The arrangement and length of fatty acid chains also influence how our body processes fats. Unsaturated fatty acid chains tend to be incorporated into various parts of cells, such as cell membranes, to help them function properly. Saturated fatty acid chains generally get stored in fat tissue.

“Biology is not black or white, but the type of fatty acid pretty much tells you where it’s going to go and how your body is going to use it,” Belury says.

Most foods naturally contain both saturated and unsaturated fats. It’s the overall amount consumed that matters for health, Lichtenstein says. In general, animal fats, including meat and dairy fat, have a higher proportion of saturated fatty acids.

Numerous studies and randomized clinical trials that compared diets high in saturated fat with those high in unsaturated fat have shown that the former increase levels of low-density lipoproteins (LDL), a type of cholesterol that, at high levels, can lead to strokes or heart attacks. More recent research also suggests that saturated fats are linked to an increased risk of insulin resistance, a precursor to type 2 diabetes and obesity-associated heart disease, Belury says.

Lichtenstein adds that the new guidelines seem to confuse “healthy fats” and essential fatty acids. “Those recommended as ‘healthy fats,’ butter and beef tallow, are low in essential fatty acids,” she says. “Even olive oil, which is certainly a good oil to use, is not particularly high in essential fatty acids relative to other plant oils.”
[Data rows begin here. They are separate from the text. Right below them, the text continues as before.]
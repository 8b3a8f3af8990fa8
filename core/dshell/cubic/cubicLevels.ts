import { requireElectronCount, requireNotNegative } from '../checkProblem';
import { type ConfigurationWeight, type CubicLevel, type CubicProblem } from '../types';
import { blockStates } from './blockEnergies';
import { cubicBlocks, type CubicBlock } from './cubicBlocks';

/** A level before the ground level is known. */
interface RawLevel {
  readonly block: CubicBlock;
  readonly energy: number;
  readonly configurations: readonly ConfigurationWeight[];
  readonly slope: { readonly tenDq: number; readonly B: number; readonly C: number };
}

/**
 * Every level of d^N in an octahedral or tetrahedral field without spin-orbit coupling, ascending, exact: the complete
 * configuration space in blocks of one (S, irrep), none larger than 10 × 10. Slopes are expectation values
 * (Hellmann-Feynman). Throws `out-of-range` or `not-finite`.
 */
export function cubicLevels(problem: CubicProblem): CubicLevel[] {
  const { dElectrons, geometry, tenDq, B, C } = problem;
  requireElectronCount(dElectrons);
  requireNotNegative(tenDq, 'tenDq');
  requireNotNegative(B, 'B');
  requireNotNegative(C, 'C');
  const sign = geometry === 'tetrahedral' ? -1 : 1;
  const raw = cubicBlocks(dElectrons).flatMap((block) => rawLevels(block, problem, sign));
  raw.sort((a, b) => a.energy - b.energy || b.block.S - a.block.S);
  const ground = raw[0]!;
  const suffix = geometry === 'octahedral' ? 'g' : '';
  return raw.map(({ block, energy, configurations, slope }) => ({
    energy: energy - ground.energy,
    multiplicity: 2 * block.S + 1,
    irrep: block.irrep,
    label: `${2 * block.S + 1}${block.irrep}${suffix}`,
    degeneracy: block.degeneracy,
    configurations,
    slope: {
      tenDq: slope.tenDq - ground.slope.tenDq,
      B: slope.B - ground.slope.B,
      C: slope.C - ground.slope.C,
    },
  }));
}

function rawLevels(block: CubicBlock, problem: CubicProblem, sign: 1 | -1): RawLevel[] {
  const { dElectrons, tenDq, B, C } = problem;
  const { values, vectors } = blockStates(block, dElectrons, sign * tenDq, B, C);
  return Array.from(values, (energy, k) => {
    const vector = vectors.subarray(k * block.size, (k + 1) * block.size);
    const eMean = vector.reduce((sum, c, i) => sum + c * c * block.eCount[i]!, 0);
    return {
      block,
      energy,
      configurations: configurationWeights(block, dElectrons, vector),
      slope: {
        tenDq: sign * (eMean - 0.4 * dElectrons),
        B: expectation(block.repulsionB, vector),
        C: expectation(block.repulsionC, vector),
      },
    };
  });
}

function configurationWeights(
  block: CubicBlock,
  electrons: number,
  vector: Float64Array,
): ConfigurationWeight[] {
  const weights = new Map<number, number>();
  vector.forEach((c, i) => weights.set(block.eCount[i]!, (weights.get(block.eCount[i]!) ?? 0) + c * c));
  return [...weights]
    .map(([e, weight]) => ({ t2: electrons - e, e, weight }))
    .sort((a, b) => b.weight - a.weight);
}

function expectation(matrix: Float64Array, vector: Float64Array): number {
  const n = vector.length;
  let sum = 0;
  for (let i = 0; i < n; i++) for (let j = 0; j < n; j++) sum += vector[i]! * matrix[i * n + j]! * vector[j]!;
  return sum;
}
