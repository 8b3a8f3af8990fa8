import type { ReactNode } from 'react';
import type { EnergyUnit } from '../../../../core/units';
import {
  FlagMark,
  intervalUnit,
  SpinBar,
  Swatch,
  TransmissionScale,
  TransmissionStrip,
  unitText,
} from '../../../parts';
import { firstBandOf } from '../../../workers/estimateSummary';
import { BandCell } from '../cells/BandCell';
import { ComplexCell } from '../cells/ComplexCell';
import { IntervalCell } from '../cells/IntervalCell';
import type { Ranking } from '../sorting';
import type { TableRow } from '../tableRow';

export interface Column {
  readonly id: string;
  readonly title: string;
  /** Said under the title: the unit, a scale. */
  readonly under?: (unit: EnergyUnit) => ReactNode;
  /** What a click on the title ranks by. */
  readonly ranking?: Ranking;
  /** Least width, rem, and its share of what is left over; fixed without one. */
  readonly least: number;
  readonly share?: number;
  /** Cannot be hidden. */
  readonly fixed?: true;
  readonly cell: (row: TableRow) => ReactNode;
}

const waiting = <span className="cell-waiting">…</span>;
const estimated = (
  row: TableRow,
  draw: (summary: Extract<TableRow['summary'], { ok: true }>) => ReactNode,
) =>
  row.summary === undefined ? waiting : row.summary.ok ? draw(row.summary) : <span className="soft">–</span>;

export const columns: readonly Column[] = [
  {
    id: 'complex',
    title: 'Complex',
    ranking: 'formula',
    least: 9.5,
    share: 0.6,
    fixed: true,
    cell: (row) => <ComplexCell row={row} />,
  },
  {
    id: 'strip',
    title: 'Light that passes',
    under: () => <TransmissionScale />,
    least: 8,
    share: 1.4,
    cell: (row) => estimated(row, ({ transmittance }) => <TransmissionStrip transmittance={transmittance} />),
  },
  {
    id: 'colour',
    title: 'Seen colour',
    least: 8.25,
    cell: (row) => estimated(row, ({ colour }) => <Swatch colour={colour} size="row" text="words" />),
  },
  {
    id: 'distance',
    title: 'ΔE00',
    under: () => 'to target',
    ranking: 'distance',
    least: 4,
    cell: ({ distance }) => (
      <span className="cell-figure">{distance === null ? '–' : distance.toFixed(distance < 10 ? 1 : 0)}</span>
    ),
  },
  {
    id: 'spin',
    title: 'Spin state',
    ranking: 'spin',
    least: 8,
    cell: (row) => estimated(row, ({ spin }) => <SpinBar spin={spin} compact />),
  },
  {
    id: 'band',
    title: 'First band',
    under: (unit) => unitText[unit],
    ranking: 'band',
    least: 6.5,
    cell: (row) => estimated(row, (summary) => <BandCell band={firstBandOf(summary)} />),
  },
  {
    id: 'tenDq',
    title: '10Dq',
    under: (unit) => unitText[intervalUnit(unit)],
    ranking: 'tenDq',
    least: 6.5,
    cell: (row) => estimated(row, ({ tenDq }) => <IntervalCell value={tenDq} />),
  },
  {
    id: 'remarks',
    title: 'Remarks',
    least: 4,
    cell: (row) => estimated(row, ({ flags }) => <FlagMark flags={flags} />),
  },
];

/** Columns on screen: the distance only where the project has a target. */
export const shownColumns = (hidden: readonly string[], hasTarget: boolean): readonly Column[] =>
  columns.filter(({ id, fixed }) => fixed || (!hidden.includes(id) && (id !== 'distance' || hasTarget)));

/** Box and star before the columns, rem. */
const mark = 1.9;

/** Tracks of head and rows, and the width below which the table scrolls: the same for both, so that they line up. */
export function tracksOf(shown: readonly Column[]): { readonly tracks: string; readonly least: string } {
  const columnTracks = shown.map(({ least, share }) =>
    share === undefined ? `${least}rem` : `minmax(${least}rem, ${share}fr)`,
  );
  const least = shown.reduce((sum, column) => sum + column.least, 2 * mark);
  return {
    tracks: `${mark}rem ${mark}rem ${columnTracks.join(' ')}`,
    least: `calc(${least}rem + ${shown.length + 1} * var(--gap-2) + 2 * var(--gap-2))`,
  };
}
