import { findIon, type ParameterLibrary } from '../../library';
import type { Composition } from '../../record/composition';
import { leastProbability, scoreCandidate, type SearchResult } from '../run/searchWish';
import { admittedLigands } from '../space/ligandPool';
import { admittedIons } from '../wish/contradictions';
import type { Wish } from '../wish/wish';

/** A rule of the wish that leaves a candidate out before anything is estimated. */
export interface Exclusion {
  /** Path into the wish: `ligands.maxKinds`. */
  readonly part: string;
  readonly because: string;
}

/** Why a candidate that somebody expected does not stand in the list. */
export interface WhyNot {
  readonly exclusions: readonly Exclusion[];
  /** Its score, whether it is left out or not; null where it cannot be estimated. */
  readonly score: SearchResult | null;
  /** Part with the smallest probability; null without parts. */
  readonly weakest: SearchResult['parts'][number] | null;
}

function exclusionsOf(composition: Composition, wish: Wish, library: ParameterLibrary): Exclusion[] {
  const found: Exclusion[] = [];
  const add = (part: string, because: string): void => void found.push({ part, because });
  const { metal, oxidationState, geometry, ligands } = composition;
  const ion = findIon(library, metal, oxidationState);
  if (ion === undefined || !admittedIons(wish, library).some((each) => each.ion === ion.ion)) {
    add('ions', `${ion?.ion ?? metal} is not among the ions of the wish`);
  }
  if (wish.geometries !== 'all' && !(wish.geometries as readonly string[]).includes(geometry)) {
    add('geometries', `${geometry.replaceAll('-', ' ')} is not among the geometries of the wish`);
  }
  const admitted = new Set(admittedLigands(wish, library.ligands.values()).map(({ id }) => id));
  for (const id of Object.keys(ligands)) {
    if (!admitted.has(id)) {
      const name = library.ligands.get(id)?.commonName ?? id;
      add('ligands', `${name} is left out by the choice of ligands, donors, shelf, elements or hazards`);
    }
  }
  const kinds = Object.keys(ligands).length;
  if (kinds > wish.ligands.maxKinds) {
    add(
      'ligands.maxKinds',
      `${kinds} different ligands, ${kinds - wish.ligands.maxKinds} more than the wish allows`,
    );
  }
  if (wish.charge !== undefined) {
    const charge = Object.entries(ligands).reduce(
      (sum, [id, count]) => sum + count * (library.ligands.get(id)?.charge ?? 0),
      oxidationState,
    );
    const { min, max } = wish.charge;
    const off = charge < min ? min - charge : Math.max(0, charge - max);
    if (off > 0) add('charge', `its charge ${charge} lies ${off} outside the wish`);
  }
  return found;
}

/** Which part of a wish a candidate fails, and by how much. */
export function whyNot(composition: Composition, wish: Wish, library: ParameterLibrary): WhyNot {
  const scored = scoreCandidate({ id: 'asked', ...composition }, wish, library);
  const score = scored?.result ?? null;
  const parts = [...(score?.parts ?? [])].sort((one, other) => one.probability - other.probability);
  return {
    exclusions: exclusionsOf(composition, wish, library),
    score,
    weakest: parts[0] ?? null,
  };
}

/** Whether a candidate would stand in a list of everything that counts as an answer. */
export const isAnswer = ({ exclusions, score }: WhyNot): boolean =>
  exclusions.length === 0 && score !== null && score.probability >= leastProbability;
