import { describe, expect, it } from 'vitest';
import { type CubicGeometry } from '../types';
import { cubicLevels } from './cubicLevels';
import { groundCrossovers } from './groundCrossovers';

const solve = (
  dElectrons: number,
  tenDq: number,
  B: number,
  C: number,
  geometry: CubicGeometry = 'octahedral',
) => {
  const levels = cubicLevels({ dElectrons, geometry, tenDq, B, C });
  const of = (label: string): number[] =>
    levels.filter((level) => level.label === label).map(({ energy }) => energy);
  const allowed = levels
    .slice(1)
    .filter(({ multiplicity }) => multiplicity === levels[0]!.multiplicity)
    .map(({ energy }) => energy);
  return { levels, of, allowed };
};

/**
 * Parameter sets of complexes as textbooks work them (A. B. P. Lever, Inorganic Electronic Spectroscopy, 2nd ed. 1984;
 * B. N. Figgis and M. A. Hitchman, Ligand Field Theory and its Applications, 2000). The levels beside them were computed with
 * another program from the same parameters, to the wavenumber.
 */
describe('worked examples', () => {
  it('chromium(III), 17 400/725/2 900: 4T2 17 400, 4T1 24 574 and 38 501, 2E 14 011, 2T1 14 676', () => {
    const { of } = solve(3, 17_400, 725, 2900);
    expect(of('4T2g')[0]).toBeCloseTo(17_400, 6);
    expect(Math.abs(of('4T1g')[0]! - 24_574)).toBeLessThan(0.6);
    expect(Math.abs(of('4T1g')[1]! - 38_501)).toBeLessThan(0.6);
    expect(Math.abs(of('2Eg')[0]! - 14_011)).toBeLessThan(0.6);
    expect(Math.abs(of('2T1g')[0]! - 14_676)).toBeLessThan(0.6);
  });

  it('nickel(II), 8 500/940/3 760: 8 500, 14 160, 25 440, 1E 14 467; measured about 8 500, 13 800, 25 300 (Lever 1984)', () => {
    const { allowed, of } = solve(8, 8500, 940, 3760);
    [8500, 14_160, 25_440].forEach((band, i) => expect(Math.abs(allowed[i]! - band)).toBeLessThan(0.6));
    expect(Math.abs(of('1Eg')[0]! - 14_467)).toBeLessThan(0.6);
    [8500, 13_800, 25_300].forEach((band, i) =>
      expect(Math.abs(allowed[i]! - band) / band).toBeLessThan(0.03),
    );
  });

  it('low-spin d6, 23 000/600/2 700: 1T1 21 167, 1T2 29 311', () => {
    const { levels, of } = solve(6, 23_000, 600, 2700);
    expect(levels[0]!.label).toBe('1A1g');
    expect(Math.abs(of('1T1g')[0]! - 21_167)).toBeLessThan(0.6);
    expect(Math.abs(of('1T2g')[0]! - 29_311)).toBeLessThan(0.6);
  });

  it('high-spin d6, 10 400/900/4 050: one quintet band, at 10Dq', () => {
    const { allowed } = solve(6, 10_400, 900, 4050);
    expect(allowed).toHaveLength(1);
    expect(allowed[0]).toBeCloseTo(10_400, 6);
  });

  it('high-spin d7, 9 300/850/3 825: 8 166, 17 466, 19 782, and 10Dq is a difference, not the first band', () => {
    const { allowed } = solve(7, 9300, 850, 3825);
    [8166, 17_466, 19_782].forEach((band, i) => expect(Math.abs(allowed[i]! - band)).toBeLessThan(0.6));
    expect(allowed[1]! - allowed[0]!).toBeCloseTo(9300, 6);
  });

  it('tetrahedral cobalt(II), 4 175/750, C/B 4.5: 4 175, 7 207, 16 568, where neglect of configuration interaction gives 16 260', () => {
    const { allowed } = solve(7, 4175, 750, 3375, 'tetrahedral');
    [4175, 7207, 16_568].forEach((band, i) => expect(Math.abs(allowed[i]! - band)).toBeLessThan(0.6));
    expect(Math.abs(1.2 * 4175 + 15 * 750 - 16_260)).toBeLessThan(1);
  });

  it('the spin-flip level of d3 near 9B + 3C − 50B²/10Dq: 650/3 120/18 200 gives 14 223, the formula 14 049', () => {
    const { of } = solve(3, 18_200, 650, 3120);
    expect(Math.abs(of('2Eg')[0]! - 14_223)).toBeLessThan(0.6);
    const formula = 9 * 650 + 3 * 3120 - (50 * 650 ** 2) / 18_200;
    expect(Math.abs(formula - 14_049)).toBeLessThan(1);
    expect(Math.abs(of('2Eg')[0]! - formula)).toBeLessThan(200);
  });

  it('ruby parameters, 18 300/732, C/B 4.25 give 2E 14 728, near the R lines at about 14 400 (Sugano, Tanabe and Kamimura 1970)', () => {
    const { of } = solve(3, 18_300, 732, 4.25 * 732);
    expect(Math.abs(of('2Eg')[0]! - 14_728)).toBeLessThan(0.6);
    expect(Math.abs(of('2Eg')[0]! - 14_400) / 14_400).toBeLessThan(0.03);
  });

  it('d3 bands give B back through the closed form B = (2ν₁² + ν₂² − 3ν₁ν₂)/(15ν₂ − 27ν₁)', () => {
    const { allowed } = solve(3, 17_400, 725, 2900);
    const [a, b] = [allowed[0]!, allowed[1]!];
    expect((2 * a * a + b * b - 3 * a * b) / (15 * b - 27 * a)).toBeCloseTo(725, 6);
  });

  it('d8 bands give B back through the sum rule B = (ν₂ + ν₃ − 3ν₁)/15', () => {
    const { allowed } = solve(8, 8500, 940, 3760);
    expect((allowed[1]! + allowed[2]! - 3 * allowed[0]!) / 15).toBeCloseTo(940, 6);
  });

  it('vanadium(III) with 19 100 and B 620 has bands at 17 789 and 25 777; measured 17 800, 25 700 (Figgis and Hitchman 2000)', () => {
    const { allowed } = solve(2, 19_100, 620, 4.5 * 620);
    expect(Math.abs(allowed[0]! - 17_789)).toBeLessThan(1);
    expect(Math.abs(allowed[1]! - 25_777)).toBeLessThan(1);
    [17_800, 25_700].forEach((band, i) => expect(Math.abs(allowed[i]! - band) / band).toBeLessThan(0.01));
  });
});

describe('critical 10Dq/B of the ground-level change', () => {
  it.each([
    // Another program, three digits; at C/B near 4.5 the kinks of the diagrams of Tanabe and Sugano 1954.
    [4, [24.4, 26.8, 29.3]],
    [5, [26.0, 28.4, 30.9]],
    [6, [17.0, 18.9, 20.8]],
    [7, [19.4, 21.2, 23.0]],
  ])('of d%i at C/B = 4.0, 4.5, 5.0', (n, expected) => {
    [4, 4.5, 5].forEach((ratio, i) => {
      const [crossover] = groundCrossovers(n, ratio);
      expect(Math.abs(crossover!.tenDqOverB - expected[i]!)).toBeLessThan(0.06);
    });
  });
});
Leading medical societies offer their own guidance on dietary fat intake. The American Heart Association recommends that less than 6 percent of total calories should come from saturated fat. In a 2,000-calorie diet, that’s about 13 grams or less of saturated fat per day—roughly equivalent to two tablespoons of salted butter or a single quarter-pound fast-food cheeseburger.

Experts have historically reevaluated and changed nutrition recommendations based on new, high-quality evidence. For example, the U.S. Food and Drug Administration previously tweaked guidance around trans fats after research found that these fats increase LDL cholesterol at a comparable level to saturated fats while simultaneously reducing “good” cholesterol. Recommendations are not made without a comprehensive review of the literature, Lichtenstein says. “It’s the cumulating evidence that is what’s really important,” she adds.

Editor’s Note (1/7/26): This article was updated after posting to include additional information and expert insight. This is a breaking news story and may be updated further.